_WHAT TO WORK ON_. The answer should be one number: how many lines in the records below contain the word "Floats".

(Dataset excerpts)
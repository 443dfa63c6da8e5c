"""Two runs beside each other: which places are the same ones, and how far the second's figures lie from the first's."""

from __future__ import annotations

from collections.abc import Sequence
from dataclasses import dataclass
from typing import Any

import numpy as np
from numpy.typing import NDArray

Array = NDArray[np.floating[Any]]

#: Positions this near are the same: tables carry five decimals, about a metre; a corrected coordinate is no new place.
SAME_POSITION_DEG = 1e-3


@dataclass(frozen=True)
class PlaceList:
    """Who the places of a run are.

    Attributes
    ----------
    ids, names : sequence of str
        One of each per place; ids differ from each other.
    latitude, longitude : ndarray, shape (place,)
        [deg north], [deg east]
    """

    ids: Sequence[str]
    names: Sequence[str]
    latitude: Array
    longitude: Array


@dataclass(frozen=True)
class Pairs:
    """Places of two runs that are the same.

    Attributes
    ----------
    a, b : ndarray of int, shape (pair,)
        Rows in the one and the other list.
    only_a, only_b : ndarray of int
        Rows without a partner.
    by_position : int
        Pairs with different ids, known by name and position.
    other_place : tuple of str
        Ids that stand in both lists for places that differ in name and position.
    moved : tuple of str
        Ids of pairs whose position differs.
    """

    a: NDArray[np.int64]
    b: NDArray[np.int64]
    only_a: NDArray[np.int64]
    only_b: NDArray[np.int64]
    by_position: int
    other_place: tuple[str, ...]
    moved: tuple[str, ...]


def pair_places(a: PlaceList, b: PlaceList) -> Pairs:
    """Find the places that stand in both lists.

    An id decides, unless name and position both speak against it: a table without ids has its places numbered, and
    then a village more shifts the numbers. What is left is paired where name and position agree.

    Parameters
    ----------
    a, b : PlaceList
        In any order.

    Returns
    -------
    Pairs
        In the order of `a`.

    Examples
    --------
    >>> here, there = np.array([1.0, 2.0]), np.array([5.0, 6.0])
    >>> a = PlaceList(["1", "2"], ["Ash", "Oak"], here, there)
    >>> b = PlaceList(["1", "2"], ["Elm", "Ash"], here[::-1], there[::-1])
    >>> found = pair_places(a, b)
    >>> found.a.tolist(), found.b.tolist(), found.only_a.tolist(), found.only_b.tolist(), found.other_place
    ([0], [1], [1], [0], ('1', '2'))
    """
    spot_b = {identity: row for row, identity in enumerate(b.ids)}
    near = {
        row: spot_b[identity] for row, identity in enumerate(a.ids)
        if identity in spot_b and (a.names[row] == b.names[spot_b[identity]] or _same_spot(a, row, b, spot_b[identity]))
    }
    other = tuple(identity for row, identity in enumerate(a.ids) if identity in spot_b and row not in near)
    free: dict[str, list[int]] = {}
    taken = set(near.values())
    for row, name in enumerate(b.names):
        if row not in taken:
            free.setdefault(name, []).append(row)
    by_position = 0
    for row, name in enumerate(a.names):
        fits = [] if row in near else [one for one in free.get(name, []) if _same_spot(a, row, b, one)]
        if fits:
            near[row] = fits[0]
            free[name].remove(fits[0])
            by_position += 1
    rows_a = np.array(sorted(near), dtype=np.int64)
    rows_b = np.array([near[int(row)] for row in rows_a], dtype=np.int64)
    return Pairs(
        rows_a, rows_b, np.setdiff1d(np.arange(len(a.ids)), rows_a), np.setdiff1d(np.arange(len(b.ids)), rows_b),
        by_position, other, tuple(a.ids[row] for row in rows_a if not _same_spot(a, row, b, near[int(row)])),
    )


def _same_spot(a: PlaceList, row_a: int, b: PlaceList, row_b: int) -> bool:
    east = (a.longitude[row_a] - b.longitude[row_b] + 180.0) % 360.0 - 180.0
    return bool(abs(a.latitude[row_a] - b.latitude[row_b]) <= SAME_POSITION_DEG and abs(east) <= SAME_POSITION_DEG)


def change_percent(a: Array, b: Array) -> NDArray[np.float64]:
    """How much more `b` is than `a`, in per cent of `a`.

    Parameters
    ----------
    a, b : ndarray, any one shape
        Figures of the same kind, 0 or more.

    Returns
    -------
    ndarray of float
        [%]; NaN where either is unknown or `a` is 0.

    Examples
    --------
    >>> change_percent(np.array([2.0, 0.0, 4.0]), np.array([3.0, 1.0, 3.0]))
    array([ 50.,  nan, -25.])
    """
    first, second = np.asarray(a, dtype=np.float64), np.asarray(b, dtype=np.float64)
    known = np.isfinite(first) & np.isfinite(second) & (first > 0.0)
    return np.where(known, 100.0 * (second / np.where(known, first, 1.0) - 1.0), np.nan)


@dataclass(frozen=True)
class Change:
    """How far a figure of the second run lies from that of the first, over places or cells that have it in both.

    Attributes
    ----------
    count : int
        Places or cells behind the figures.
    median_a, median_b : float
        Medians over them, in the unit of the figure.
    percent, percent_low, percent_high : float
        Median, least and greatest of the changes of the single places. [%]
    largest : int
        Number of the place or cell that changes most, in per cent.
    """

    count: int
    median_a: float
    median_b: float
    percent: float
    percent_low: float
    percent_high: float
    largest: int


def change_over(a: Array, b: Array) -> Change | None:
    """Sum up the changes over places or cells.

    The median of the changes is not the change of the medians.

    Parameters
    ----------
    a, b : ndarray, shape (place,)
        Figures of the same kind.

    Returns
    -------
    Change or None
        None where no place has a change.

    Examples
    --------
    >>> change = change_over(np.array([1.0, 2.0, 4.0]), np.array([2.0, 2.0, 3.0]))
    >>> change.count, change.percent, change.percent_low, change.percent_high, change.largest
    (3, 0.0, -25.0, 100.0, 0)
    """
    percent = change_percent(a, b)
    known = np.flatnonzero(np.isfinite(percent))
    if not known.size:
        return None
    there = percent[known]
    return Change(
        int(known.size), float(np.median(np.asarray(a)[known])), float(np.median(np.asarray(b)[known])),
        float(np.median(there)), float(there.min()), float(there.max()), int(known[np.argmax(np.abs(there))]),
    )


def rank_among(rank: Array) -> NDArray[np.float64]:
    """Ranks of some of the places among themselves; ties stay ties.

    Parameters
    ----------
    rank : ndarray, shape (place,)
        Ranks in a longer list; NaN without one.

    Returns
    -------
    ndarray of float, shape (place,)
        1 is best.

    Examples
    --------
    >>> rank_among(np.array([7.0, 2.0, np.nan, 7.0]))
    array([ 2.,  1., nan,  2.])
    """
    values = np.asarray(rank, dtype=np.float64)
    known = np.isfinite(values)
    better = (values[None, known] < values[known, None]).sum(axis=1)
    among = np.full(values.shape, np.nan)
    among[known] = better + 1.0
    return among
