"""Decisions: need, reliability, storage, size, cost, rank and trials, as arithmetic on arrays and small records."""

...

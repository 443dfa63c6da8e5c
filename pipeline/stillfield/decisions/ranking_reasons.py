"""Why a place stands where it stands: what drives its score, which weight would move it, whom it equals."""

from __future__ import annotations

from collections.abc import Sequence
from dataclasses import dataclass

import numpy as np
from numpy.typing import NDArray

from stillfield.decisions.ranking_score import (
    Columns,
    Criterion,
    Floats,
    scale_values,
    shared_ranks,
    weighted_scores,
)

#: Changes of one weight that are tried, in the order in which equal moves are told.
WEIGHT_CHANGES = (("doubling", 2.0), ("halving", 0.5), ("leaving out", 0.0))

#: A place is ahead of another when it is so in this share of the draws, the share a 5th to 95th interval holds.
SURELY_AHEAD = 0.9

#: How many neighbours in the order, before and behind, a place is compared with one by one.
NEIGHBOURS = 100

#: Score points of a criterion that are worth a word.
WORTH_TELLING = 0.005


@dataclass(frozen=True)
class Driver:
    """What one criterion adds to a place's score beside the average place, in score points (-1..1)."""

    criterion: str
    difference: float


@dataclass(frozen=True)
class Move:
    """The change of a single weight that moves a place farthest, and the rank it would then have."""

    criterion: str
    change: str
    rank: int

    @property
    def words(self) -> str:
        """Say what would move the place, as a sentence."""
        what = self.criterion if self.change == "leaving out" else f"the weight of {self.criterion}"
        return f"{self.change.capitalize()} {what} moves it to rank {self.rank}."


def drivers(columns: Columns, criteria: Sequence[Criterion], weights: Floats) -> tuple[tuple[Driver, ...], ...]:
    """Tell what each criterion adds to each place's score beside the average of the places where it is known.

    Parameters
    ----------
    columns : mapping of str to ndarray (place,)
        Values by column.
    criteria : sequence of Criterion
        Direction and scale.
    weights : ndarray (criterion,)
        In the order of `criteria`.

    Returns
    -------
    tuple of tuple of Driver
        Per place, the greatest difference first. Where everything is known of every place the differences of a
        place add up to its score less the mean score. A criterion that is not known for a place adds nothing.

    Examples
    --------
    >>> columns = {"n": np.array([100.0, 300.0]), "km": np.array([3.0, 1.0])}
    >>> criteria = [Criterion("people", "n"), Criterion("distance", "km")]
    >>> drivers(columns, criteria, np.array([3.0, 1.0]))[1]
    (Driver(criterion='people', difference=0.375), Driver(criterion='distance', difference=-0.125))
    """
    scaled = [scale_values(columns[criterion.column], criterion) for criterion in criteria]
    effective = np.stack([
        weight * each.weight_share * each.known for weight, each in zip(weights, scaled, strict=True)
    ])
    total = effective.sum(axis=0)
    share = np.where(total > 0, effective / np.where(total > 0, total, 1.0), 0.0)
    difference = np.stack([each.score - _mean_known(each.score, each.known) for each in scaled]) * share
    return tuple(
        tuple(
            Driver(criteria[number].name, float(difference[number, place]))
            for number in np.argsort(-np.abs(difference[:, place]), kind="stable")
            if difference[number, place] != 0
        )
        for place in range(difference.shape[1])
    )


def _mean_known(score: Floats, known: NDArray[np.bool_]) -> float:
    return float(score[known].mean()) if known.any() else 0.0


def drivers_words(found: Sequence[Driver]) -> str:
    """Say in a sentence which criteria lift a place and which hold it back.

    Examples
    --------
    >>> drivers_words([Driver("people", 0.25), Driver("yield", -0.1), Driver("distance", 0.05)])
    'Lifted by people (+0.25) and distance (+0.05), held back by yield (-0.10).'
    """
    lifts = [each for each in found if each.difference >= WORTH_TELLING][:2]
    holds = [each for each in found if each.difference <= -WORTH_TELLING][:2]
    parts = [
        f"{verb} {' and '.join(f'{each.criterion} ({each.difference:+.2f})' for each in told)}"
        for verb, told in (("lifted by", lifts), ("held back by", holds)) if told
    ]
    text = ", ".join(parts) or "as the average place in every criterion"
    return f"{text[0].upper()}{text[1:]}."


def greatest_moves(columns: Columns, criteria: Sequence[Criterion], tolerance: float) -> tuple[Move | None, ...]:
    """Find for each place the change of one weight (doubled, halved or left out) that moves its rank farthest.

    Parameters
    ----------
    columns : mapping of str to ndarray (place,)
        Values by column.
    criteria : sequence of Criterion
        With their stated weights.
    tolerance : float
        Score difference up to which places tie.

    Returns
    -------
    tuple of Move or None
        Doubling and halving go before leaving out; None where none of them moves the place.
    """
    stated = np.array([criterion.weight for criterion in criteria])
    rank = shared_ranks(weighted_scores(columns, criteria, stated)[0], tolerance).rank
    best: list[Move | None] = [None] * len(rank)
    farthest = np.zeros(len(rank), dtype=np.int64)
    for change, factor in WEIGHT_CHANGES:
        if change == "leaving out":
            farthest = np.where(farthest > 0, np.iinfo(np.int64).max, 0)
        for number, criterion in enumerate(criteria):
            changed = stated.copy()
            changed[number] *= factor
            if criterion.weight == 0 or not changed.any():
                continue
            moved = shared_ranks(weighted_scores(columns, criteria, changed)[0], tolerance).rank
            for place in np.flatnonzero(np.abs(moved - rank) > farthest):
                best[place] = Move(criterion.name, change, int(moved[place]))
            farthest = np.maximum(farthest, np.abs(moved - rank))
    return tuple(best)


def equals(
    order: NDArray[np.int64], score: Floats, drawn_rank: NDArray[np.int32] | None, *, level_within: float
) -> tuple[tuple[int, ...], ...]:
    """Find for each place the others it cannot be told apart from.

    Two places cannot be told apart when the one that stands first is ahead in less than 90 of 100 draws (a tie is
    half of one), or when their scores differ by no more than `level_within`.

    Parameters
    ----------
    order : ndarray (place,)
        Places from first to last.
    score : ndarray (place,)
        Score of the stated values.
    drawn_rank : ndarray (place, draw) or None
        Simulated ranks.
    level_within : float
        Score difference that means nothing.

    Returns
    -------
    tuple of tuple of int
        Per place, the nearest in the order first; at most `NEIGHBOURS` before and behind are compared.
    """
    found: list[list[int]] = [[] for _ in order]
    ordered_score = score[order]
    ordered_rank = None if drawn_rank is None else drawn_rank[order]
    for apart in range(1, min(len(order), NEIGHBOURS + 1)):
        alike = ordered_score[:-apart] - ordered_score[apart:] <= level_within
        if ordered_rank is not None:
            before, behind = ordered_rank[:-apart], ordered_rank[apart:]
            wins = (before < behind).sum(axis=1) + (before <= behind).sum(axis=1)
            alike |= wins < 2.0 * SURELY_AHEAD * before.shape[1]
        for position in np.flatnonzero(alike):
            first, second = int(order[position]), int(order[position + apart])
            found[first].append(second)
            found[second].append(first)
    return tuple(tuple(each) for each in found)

_RESPONSE AREA_. 4